(3 years, 5 months ago)
Commons ChamberThe right hon. Gentleman makes a good and useful point, and the decisions made on the SDRs will be extremely helpful.
We come, finally, to the essence of all of this. Because of the way the development budget is configured, these terrible cuts are falling first and hardest on the humanitarian sectors. Let me just mention four of them. The first is girls’ education. The Prime Minister has rightly said that it is his main aspiration on these international development issues—this is strongly supported by my hon. Friend the Member for West Worcestershire (Harriett Baldwin)—to ensure that all girls get 12 years of quality education. That is a wonderful and noble British initiative, but what has happened to the funding? It has been cut by 25%. So on the one hand we have the words—the aspiration—and on the other we have the reality of the 25% cut. Worse than that, UNICEF, which has a fantastic reputation and which the British Government judged just a few years ago to be the most effective of all the UN agencies, has had a cut of 60%. On clean water and sanitation, which is pivotal if we are to conquer this pandemic among the poorest of the world, some 10 million people who were expecting to receive British taxpayers’ support will not now get it. Funding to the UN to save the lives of people suffering with HIV/AIDS has been cut by 80%, which is a death sentence for the people who would have been helped. Finally, we are going to end food assistance for 250,000 people. These are not people who have missed eating for a few days; they are people who are starving, and we are going to cut our support for them directly.

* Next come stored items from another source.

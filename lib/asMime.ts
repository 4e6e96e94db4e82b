/**
 * The display protocol's key and types, apart from lib/display so that modules lib/display
 * itself uses to show values (tables) can implement it without an import cycle.
 */

/** One output in several representations, keyed by MIME type. */
export type MimeBundle = Record<string, unknown>;

/** The method key by which an object describes its own display. */
export const asMime: unique symbol = Symbol.for('sagitta.asMime');

/** An object that knows how it displays itself. */
export interface Presentable {
  [asMime](): MimeBundle;
}
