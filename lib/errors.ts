/**
 * The one catalogue of errors Sagitta throws for a bad call or unusable input.
 *
 * Numerical trouble is never thrown: it is a `status` field on a result (see STYLE.md §5–6).
 * Every message names the bad value, where it came from and what would fix it, so that a
 * physicist reading a terminal or a notebook can act on it without opening the source.
 * Tests compare against these builders rather than against free text.
 */

/** Stable machine-readable codes; one per kind of mistake. */
export type SagittaErrorCode =
  | 'BAD_QUANTITY'
  | 'WRONG_DIMENSION'
  | 'MISSING_UNIT'
  | 'UNKNOWN_UNIT'
  | 'BAD_ARGUMENT'
  | 'UNKNOWN_PARTICLE'
  | 'UNKNOWN_MATERIAL'
  | 'FILE_NOT_FOUND'
  | 'EMPTY_FILE'
  | 'MISSING_COLUMN'
  | 'DUPLICATE_COLUMN'
  | 'BAD_NUMBER'
  | 'BAD_ROW'
  | 'UNKNOWN_FORMAT'
  | 'BAD_SCENARIO'
  | 'BAD_NOTEBOOK'
  | 'BAD_MATERIAL_FILE'
  | 'OUTSIDE_VALIDITY'
  | 'CANNOT_WRITE'
  | 'CANNOT_READ'
  | 'BAD_ID'
  | 'OUTPUT_CLASH'
  | 'BAD_CONNECTION_FILE'
  | 'KERNEL_STATE'
  | 'INPUT_UNAVAILABLE'
  | 'BAD_KNOB';

/** Where in an input a problem sits; all fields optional so callers fill what they know. */
export interface SourceLocation {
  readonly file?: string;
  /** 1-based line number in the file as a text editor counts it. */
  readonly line?: number;
  /** Column name (for tables) or 1-based character column. */
  readonly column?: string | number;
}

export class SagittaError extends Error {
  readonly code: SagittaErrorCode;
  readonly where: SourceLocation;
  constructor(code: SagittaErrorCode, message: string, where: SourceLocation = {}) {
    super(message);
    this.name = 'SagittaError';
    this.code = code;
    this.where = where;
  }
}

/** "file:line, column x" — the prefix every located message starts with. */
export function formatLocation(where: SourceLocation): string {
  const parts: string[] = [];
  if (where.file !== undefined) parts.push(where.line !== undefined ? `${where.file}:${where.line}` : where.file);
  else if (where.line !== undefined) parts.push(`line ${where.line}`);
  if (where.column !== undefined) parts.push(`column ${typeof where.column === 'string' ? `'${where.column}'` : where.column}`);
  return parts.join(', ');
}

function located(where: SourceLocation, text: string): string {
  const at = formatLocation(where);
  return at ? `${at}: ${text}` : text;
}

/** Message builders. Each returns a ready SagittaError; callers `throw msg.x(...)`. */
export const msg = {
  badQuantity: (text: string, what: string, example: string, where: SourceLocation = {}) =>
    new SagittaError('BAD_QUANTITY', located(where, `cannot read ${what} from ${JSON.stringify(text)}; write a number and a unit, e.g. "${example}"`), where),

  wrongDimension: (text: string, what: string, expected: string, example: string, where: SourceLocation = {}) =>
    new SagittaError('WRONG_DIMENSION', located(where, `${JSON.stringify(text)} is not ${expected}, which ${what} needs; e.g. "${example}"`), where),

  missingUnit: (text: string, what: string, example: string, where: SourceLocation = {}) =>
    new SagittaError('MISSING_UNIT', located(where, `${what} ${JSON.stringify(text)} has no unit; write it with one, e.g. "${example}"`), where),

  unknownUnit: (unit: string, what: string, known: string, where: SourceLocation = {}) =>
    new SagittaError('UNKNOWN_UNIT', located(where, `unknown unit ${JSON.stringify(unit)} for ${what}; use one of ${known}`), where),

  badArgument: (name: string, value: unknown, expected: string) =>
    new SagittaError('BAD_ARGUMENT', `${name} = ${describe(value)} is not valid: expected ${expected}`),

  unknownParticle: (name: string, known: readonly string[]) =>
    new SagittaError('UNKNOWN_PARTICLE', `unknown particle ${JSON.stringify(name)}; known: ${known.join(', ')}`),

  unknownMaterial: (name: string, known: readonly string[]) =>
    new SagittaError('UNKNOWN_MATERIAL', `unknown material ${JSON.stringify(name)}; known: ${known.join(', ')} (or define a compound or mixture)`),

  fileNotFound: (file: string) =>
    new SagittaError('FILE_NOT_FOUND', `${file}: no such file; check the path (relative paths are taken from the current folder)`, { file }),

  emptyFile: (file: string, expected: string) =>
    new SagittaError('EMPTY_FILE', `${file}: the file is empty; expected ${expected}`, { file }),

  missingColumn: (file: string, column: string, found: readonly string[], line = 1) =>
    new SagittaError('MISSING_COLUMN', located({ file, line }, `required column '${column}' is missing; the header has ${found.map((c) => `'${c}'`).join(', ') || 'no columns'}. Add it or rename the column that holds it`), { file, line, column }),

  duplicateColumn: (file: string, column: string, line = 1) =>
    new SagittaError('DUPLICATE_COLUMN', located({ file, line, column }, `column '${column}' appears twice in the header; remove or rename one of them`), { file, line, column }),

  badNumber: (file: string, line: number, column: string, text: string) =>
    new SagittaError('BAD_NUMBER', located({ file, line, column }, `${JSON.stringify(text)} is not a finite number; fix the value (NaN, Inf and empty cells are not accepted in hit tables)`), { file, line, column }),

  badRow: (file: string, line: number, detail: string) =>
    new SagittaError('BAD_ROW', located({ file, line }, detail), { file, line }),

  unknownFormat: (file: string, known: readonly string[]) =>
    new SagittaError('UNKNOWN_FORMAT', `${file}: cannot tell the format from the file name; use one of ${known.join(', ')}`, { file }),

  badScenario: (file: string, detail: string) =>
    new SagittaError('BAD_SCENARIO', `${file}: ${detail}`, { file }),

  /** A user material file (lib/matter/materialFile.ts) that cannot be read as one: file:line and what to write. */
  badMaterialFile: (file: string, line: number, detail: string) =>
    new SagittaError('BAD_MATERIAL_FILE', located({ file, line }, detail), { file, line }),

  badNotebook: (file: string, detail: string) =>
    new SagittaError('BAD_NOTEBOOK', `${file}: ${detail}`, { file }),

  /** An output that cannot be written where asked (missing folder, not writable, a directory). */
  cannotWrite: (path: string, reason: string, fix: string) =>
    new SagittaError('CANNOT_WRITE', `${path}: cannot write here (${reason}); ${fix}`, { file: path }),

  /** An input that exists but cannot be read (a folder, no permission, an I/O error). */
  cannotRead: (path: string, reason: string, fix: string) =>
    new SagittaError('CANNOT_READ', `${path}: cannot read (${reason}); ${fix}`, { file: path }),

  badId: (file: string, line: number, column: string, text: string, why: string) =>
    new SagittaError('BAD_ID', located({ file, line, column }, `${JSON.stringify(text)} ${why}`), { file, line, column }),

  /** A hit file streamed to standard output whose events turned out not to be grouped. */
  notGrouped: (file: string) =>
    new SagittaError('BAD_ROW', `${file}: the hits of an event are not together (an event appears again after others), so the file cannot be streamed to standard output; write the results to a file with --out, or sort the file by event (the rows printed so far are incomplete)`, { file }),

  /** Two paths of one command that are the same file (an output over an input, or two outputs). */
  outputClash: (flag: string, path: string, other: string, otherPath: string) =>
    new SagittaError('OUTPUT_CLASH', `${flag} ${path} is the same file as ${other} ${otherPath}; choose another path (nothing was written)`, { file: path }),

  badConnectionFile: (file: string, detail: string) =>
    new SagittaError('BAD_CONNECTION_FILE', `${file}: ${detail}; the front end writes this file when it starts the kernel — start the kernel from the front end`, { file }),

  /** A kernel or runner asked to do something its state does not allow (a closed session, a failed start). */
  kernelState: (action: string, detail: string) =>
    new SagittaError('KERNEL_STATE', `cannot ${action}: ${detail}`),

  inputUnavailable: (where: string, fix: string) =>
    new SagittaError('INPUT_UNAVAILABLE', `a cell asked for input, but ${where}; ${fix}`),

  /** A notebook knob (lib/knob.ts) declared or given wrongly. */
  badKnob: (name: string, detail: string) =>
    new SagittaError('BAD_KNOB', `knob ${JSON.stringify(name)}: ${detail}`),

  /** A request a formula cannot answer (e.g. a range below the stopping-power cutoff); library code returns NaN + a warning instead, the CLI turns that into this error. */
  outsideValidity: (what: string, value: string, valid: string) =>
    new SagittaError('OUTSIDE_VALIDITY', `${what} ${value} is outside the validity range ${valid}; choose a value inside it`),
} as const;

function describe(value: unknown): string {
  if (typeof value === 'string') return JSON.stringify(value);
  if (typeof value === 'number' || typeof value === 'boolean' || value === null || value === undefined) return String(value);
  try {
    return JSON.stringify(value);
  } catch {
    return Object.prototype.toString.call(value);
  }
}
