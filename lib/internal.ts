// Plumbing the kernel (command line, batch path, runner, session, report) shares with the library
// but users do not need: catalogue factories, atomic writes, display sinks, knob and provenance
// bookkeeping, streaming parsers. Not part of the package's exports; lib/index.ts is the public API.
export { escapeHtml, mimeBundleOf, setCellChannel, setDisplaySink } from './display.js';
export { msg } from './errors.js';
export { formatCsvBytes } from './io/columnTable.js';
export { readCsvLayout, type CsvLayout } from './io/csvLayout.js';
export { parseHeader, type HeaderField } from './io/hitColumns.js';
export { idColumnText, idText, type IdLabels } from './io/hitIds.js';
export { hitTableFromColumns, type ColumnValues } from './io/hitTableFromColumns.js';
export { gatherRows } from './io/indexTracks.js';
export { parseCsvRows } from './io/parseHitsCsv.js';
export { jsonlFields, parseHitsJsonl, parseJsonlRows } from './io/parseHitsJsonl.js';
export { inputError, readInputFile } from './io/readInputFile.js';
export { writeFileAtomic } from './io/writeFileAtomic.js';
export { checkKnobName, knobKind, knobSnapshot, readKnobValue, supplyKnobs, type KnobRecord } from './knob.js';
export { parseMaterialFile } from './matter/materialFile.js';
export { isElectronLike } from './matter/stoppingPower.js';
export { PLOTLY_MIME } from './plot/figure.js';
export { provenanceSnapshot, type ProvenanceSnapshot } from './provenance.js';
export { tableDisplay } from './table/tableDisplay.js';
export { checkHitOrder } from './track/hitOrderCheck.js';
export { speciesList } from './track/measureByIdentity.js';
export { POOR_FIT_PROBABILITY } from './track/measureTracks.js';
export { metresPerUnit } from './units.js';
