/**
 * Collected warnings (STYLE.md §13): a function that extrapolates, clamps or falls outside its
 * validity range records a warning here instead of printing. A notebook shows them with
 * `consumeWarnings()`, a test checks them, the CLI prints them once at the end.
 */

export interface SagittaWarning {
  /** Stable code, e.g. 'BELOW_VALIDITY'. */
  readonly code: string;
  readonly message: string;
  /** Which function raised it. */
  readonly source: string;
}

const pending: SagittaWarning[] = [];
const seen = new Map<string, number>();

/** Records a warning; identical (code, message) pairs are counted, not repeated. */
export function warn(code: string, message: string, source: string): void {
  const key = `${code}\u0000${message}`;
  const count = seen.get(key) ?? 0;
  seen.set(key, count + 1);
  if (count === 0) pending.push({ code, message, source });
}

/** Returns and clears the warnings recorded since the last call. */
export function consumeWarnings(): SagittaWarning[] {
  const out = pending.splice(0, pending.length);
  seen.clear();
  return out;
}

/** Warnings recorded so far, without clearing them. */
export function peekWarnings(): readonly SagittaWarning[] {
  return pending.slice();
}
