// The public API of Sagitta: re-exports only (STYLE.md §1). Rooms are listed in data-flow order.
export * from './errors.js';
export * from './warnings.js';
export * from './constants.js';
export * from './particles.js';
export * from './units.js';
export * from './provenance.js';
export * from './display.js';
export * from './io/index.js';
export * from './find/index.js';
export * from './fit/index.js';
export * from './track/index.js';
export * from './analysis/index.js';
export * from './plot/index.js';
export * from './matter/index.js';
export * from './simulate/index.js';
export * from './fitlab/index.js';
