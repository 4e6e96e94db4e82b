/**
 * The display channel: how any value becomes a notebook output, and how library code or a cell
 * shows something before the cell ends.
 *
 * - An object says how it displays itself by implementing the method keyed by `asMime`
 *   (`Symbol.for('sagitta.asMime')`), returning a MIME bundle such as
 *   `{ 'application/vnd.plotly.v1+json': spec, 'text/html': '…', 'text/plain': '…' }`.
 * - `mimeBundleOf(value)` turns any value into a bundle: objects with that method, danfojs
 *   DataFrame / Series (an HTML table plus text), everything else as `text/plain`.
 * - `present(value, { id })` shows a value now; `refresh(id, value)` replaces what an earlier
 *   `present(…, { id })` showed; `clearOutput({ wait })` clears what the cell has shown so far;
 *   `ask(prompt)` asks the person running the notebook for a line of text (a front end that
 *   allows input shows a prompt; a headless run has no one to ask and refuses). Inside a kernel or the headless runner these go to the sink the
 *   session installs (`setDisplaySink`); in a plain Node script they print the text form.
 *
 * No DOM and no kernel imports here (lib never imports kernel). The sink lives on globalThis
 * under a registered symbol, so two copies of this module (e.g. one loaded by the kernel, one by a
 * cell importing "sagitta-tracks") still share it.
 */
import { inspect } from 'node:util';

/** One output in several representations, keyed by MIME type. */
export type MimeBundle = Record<string, unknown>;

/** The method key by which an object describes its own display. */
export const asMime: unique symbol = Symbol.for('sagitta.asMime');

/** An object that knows how it displays itself. */
export interface Presentable {
  [asMime](): MimeBundle;
}

/** Where displays go while a session runs a cell. `update` marks a replacement of `displayId`. */
export type DisplaySink = (bundle: MimeBundle, options: { displayId?: string; update?: boolean }) => void;

const SINK_KEY = Symbol.for('sagitta.displaySink');

type SinkHolder = { [SINK_KEY]?: DisplaySink };

/** Installs the sink displays go to (or removes it with `undefined`); returns the previous one. */
export function setDisplaySink(sink: DisplaySink | undefined): DisplaySink | undefined {
  const holder = globalThis as SinkHolder;
  const previous = holder[SINK_KEY];
  if (sink === undefined) delete holder[SINK_KEY];
  else holder[SINK_KEY] = sink;
  return previous;
}

/** The sink in place, if any. */
export function displaySink(): DisplaySink | undefined {
  return (globalThis as SinkHolder)[SINK_KEY];
}

/** What a running cell can ask of the front end besides showing things. */
export interface CellChannel {
  clear(wait: boolean): void;
  ask(prompt: string, password: boolean): Promise<string>;
}

const CHANNEL_KEY = Symbol.for('sagitta.cellChannel');

type ChannelHolder = { [CHANNEL_KEY]?: CellChannel };

/** Installs the cell channel (or removes it with `undefined`); returns the previous one. */
export function setCellChannel(channel: CellChannel | undefined): CellChannel | undefined {
  const holder = globalThis as ChannelHolder;
  const previous = holder[CHANNEL_KEY];
  if (channel === undefined) delete holder[CHANNEL_KEY];
  else holder[CHANNEL_KEY] = channel;
  return previous;
}

/**
 * Clears the outputs the running cell has shown so far — for a progress display that redraws
 * itself. With `wait: true` the old outputs stay until the next output arrives, so nothing
 * flickers. Outside a notebook it does nothing.
 * @example for (const n of [10, 20, 30]) { clearOutput({ wait: true }); present(`fitted ${n} %`); }
 */
export function clearOutput(options: { wait?: boolean } = {}): void {
  (globalThis as ChannelHolder)[CHANNEL_KEY]?.clear(options.wait === true);
}

/**
 * Asks the person running the notebook for one line of text and resolves with it. A front end
 * that allows input shows `prompt` (hiding what is typed when `password` is set); a headless run
 * (`sagitta run`) or a front end without input rejects with INPUT_UNAVAILABLE — use a knob for
 * values a run must be given. In a plain Node script it reads a line from the terminal.
 * @example const runLabel = await ask('Run label: ');
 */
export async function ask(prompt: string, options: { password?: boolean } = {}): Promise<string> {
  const channel = (globalThis as ChannelHolder)[CHANNEL_KEY];
  if (channel) return channel.ask(prompt, options.password === true);
  const { createInterface } = await import('node:readline/promises');
  const lines = createInterface({ input: process.stdin, output: process.stdout });
  try {
    return await lines.question(prompt);
  } finally {
    lines.close();
  }
}

/** True when `value` implements the `asMime` method. */
export function isPresentable(value: unknown): value is Presentable {
  return (
    value !== null &&
    (typeof value === 'object' || typeof value === 'function') &&
    typeof (value as Partial<Presentable>)[asMime] === 'function'
  );
}

/** Rows shown for a table before it is cut (the text says how many were left out). */
const TABLE_ROWS = Object.freeze({ head: 20, tail: 5 });

/**
 * The MIME bundle of any value. Every bundle has `text/plain`, so a front end that understands
 * nothing richer still shows something. Strings are shown as they are (no quotes), as a printed
 * value would be.
 * @example mimeBundleOf(42) // { 'text/plain': '42' }
 */
export function mimeBundleOf(value: unknown): MimeBundle {
  if (isPresentable(value)) {
    const bundle = { ...value[asMime]() };
    if (typeof bundle['text/plain'] !== 'string') bundle['text/plain'] = plainText(value);
    return bundle;
  }
  const frame = asFrame(value);
  if (frame !== undefined) return { 'text/html': frameHtml(frame), 'text/plain': frameText(frame) };
  return { 'text/plain': plainText(value) };
}

/** Shows `value` now, as a separate output. With `id`, a later `refresh(id, …)` can replace it. */
export function present(value: unknown, options: { id?: string } = {}): void {
  const bundle = mimeBundleOf(value);
  const sink = displaySink();
  if (sink) sink(bundle, options.id === undefined ? {} : { displayId: options.id });
  else process.stdout.write(`${String(bundle['text/plain'])}\n`);
}

/** Replaces the output an earlier `present(…, { id })` showed (e.g. a progress line or a live plot). */
export function refresh(id: string, value: unknown): void {
  const bundle = mimeBundleOf(value);
  const sink = displaySink();
  if (sink) sink(bundle, { displayId: id, update: true });
  else process.stdout.write(`${String(bundle['text/plain'])}\n`);
}

/** Escapes text for HTML element content and attribute values. */
export function escapeHtml(text: string): string {
  return text
    .replace(/&/g, '&amp;')
    .replace(/</g, '&lt;')
    .replace(/>/g, '&gt;')
    .replace(/"/g, '&quot;')
    .replace(/'/g, '&#39;');
}

function plainText(value: unknown): string {
  if (typeof value === 'string') return value;
  return inspect(value, { depth: 4, maxArrayLength: 50, breakLength: 100, colors: false });
}

/** The parts of a danfojs DataFrame or Series we read (duck-typed: lib does not load danfojs). */
interface FrameLike {
  columns: string[];
  index: Array<string | number>;
  rows: unknown[][];
}

function asFrame(value: unknown): FrameLike | undefined {
  if (value === null || typeof value !== 'object') return undefined;
  const v = value as { ndim?: unknown; columns?: unknown; index?: unknown; values?: unknown; $isSeries?: unknown };
  if (!('$isSeries' in v) || !Array.isArray(v.index) || !Array.isArray(v.values) || !Array.isArray(v.columns)) return undefined;
  const index = v.index as Array<string | number>;
  const columns = (v.columns as unknown[]).map(String);
  if (v.ndim === 2) return { columns, index, rows: v.values as unknown[][] };
  if (v.ndim === 1) return { columns, index, rows: (v.values as unknown[]).map((x) => [x]) };
  return undefined;
}

function cell(value: unknown): string {
  if (typeof value === 'number') return Number.isInteger(value) ? String(value) : String(Number(value.toPrecision(6)));
  if (value === null || value === undefined) return '';
  return String(value);
}

/** Row numbers to show: all, or the first `head` and last `tail` with a gap marker (-1). */
function shownRows(n: number): number[] {
  if (n <= TABLE_ROWS.head + TABLE_ROWS.tail) return Array.from({ length: n }, (_, i) => i);
  const head = Array.from({ length: TABLE_ROWS.head }, (_, i) => i);
  const tail = Array.from({ length: TABLE_ROWS.tail }, (_, i) => n - TABLE_ROWS.tail + i);
  return [...head, -1, ...tail];
}

function frameHtml(frame: FrameLike): string {
  const n = frame.rows.length;
  const head = `<tr><th></th>${frame.columns.map((c) => `<th>${escapeHtml(c)}</th>`).join('')}</tr>`;
  const body = shownRows(n)
    .map((i) =>
      i < 0
        ? `<tr><th>…</th>${frame.columns.map(() => '<td>…</td>').join('')}</tr>`
        : `<tr><th>${escapeHtml(String(frame.index[i]))}</th>${frame.rows[i].map((x) => `<td>${escapeHtml(cell(x))}</td>`).join('')}</tr>`,
    )
    .join('');
  const caption = `<caption>${n} row${n === 1 ? '' : 's'} × ${frame.columns.length} column${frame.columns.length === 1 ? '' : 's'}</caption>`;
  return `<table class="sagitta-table">${caption}<thead>${head}</thead><tbody>${body}</tbody></table>`;
}

function frameText(frame: FrameLike): string {
  const rows = shownRows(frame.rows.length).map((i) =>
    i < 0 ? ['…', ...frame.columns.map(() => '…')] : [String(frame.index[i]), ...frame.rows[i].map(cell)],
  );
  const all = [['', ...frame.columns], ...rows];
  const widths = all[0].map((_, j) => Math.max(...all.map((r) => [...r[j]].length)));
  const line = (r: string[]) => r.map((s, j) => s.padStart(widths[j])).join('  ').trimEnd();
  const n = frame.rows.length;
  return [...all.map(line), `[${n} row${n === 1 ? '' : 's'} × ${frame.columns.length} column${frame.columns.length === 1 ? '' : 's'}]`].join('\n');
}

I have never forgotten the experience I had as Development Secretary in Karamoja, in northern Uganda, where I stood under a tree next to a football pitch, which was covered by children who were starving. There were about 200 children there and they were waiting in line. They were suffering from acute malnutrition, and British taxpayers’ money and British humanitarian workers were trying to help them. If we catch them early enough, when they are floppy but not actually medically critical, we give them Plumpy’Nut, a biscuity peanut substance that costs about a 5p a head, and they will be recovered in about an hour and probably running around playing football. However, if we miss that point, they have to go to a clinic, have a drip up and it costs about $180 to put them right.
Does what my right hon. Friend has just said about the 5p not make the point that, although £4 billion is a small amount for a rich country such as ours, it makes an enormous difference in the countries we are trying to help?
My hon. Friend is absolutely right and he puts it enormously eloquently. I end my remarks by saying that that story from Karamoja in northern Uganda has lived with me from the day I saw those things. I will be thinking of those children in this debate and I urge my right hon. and hon. Friends to think about them as well.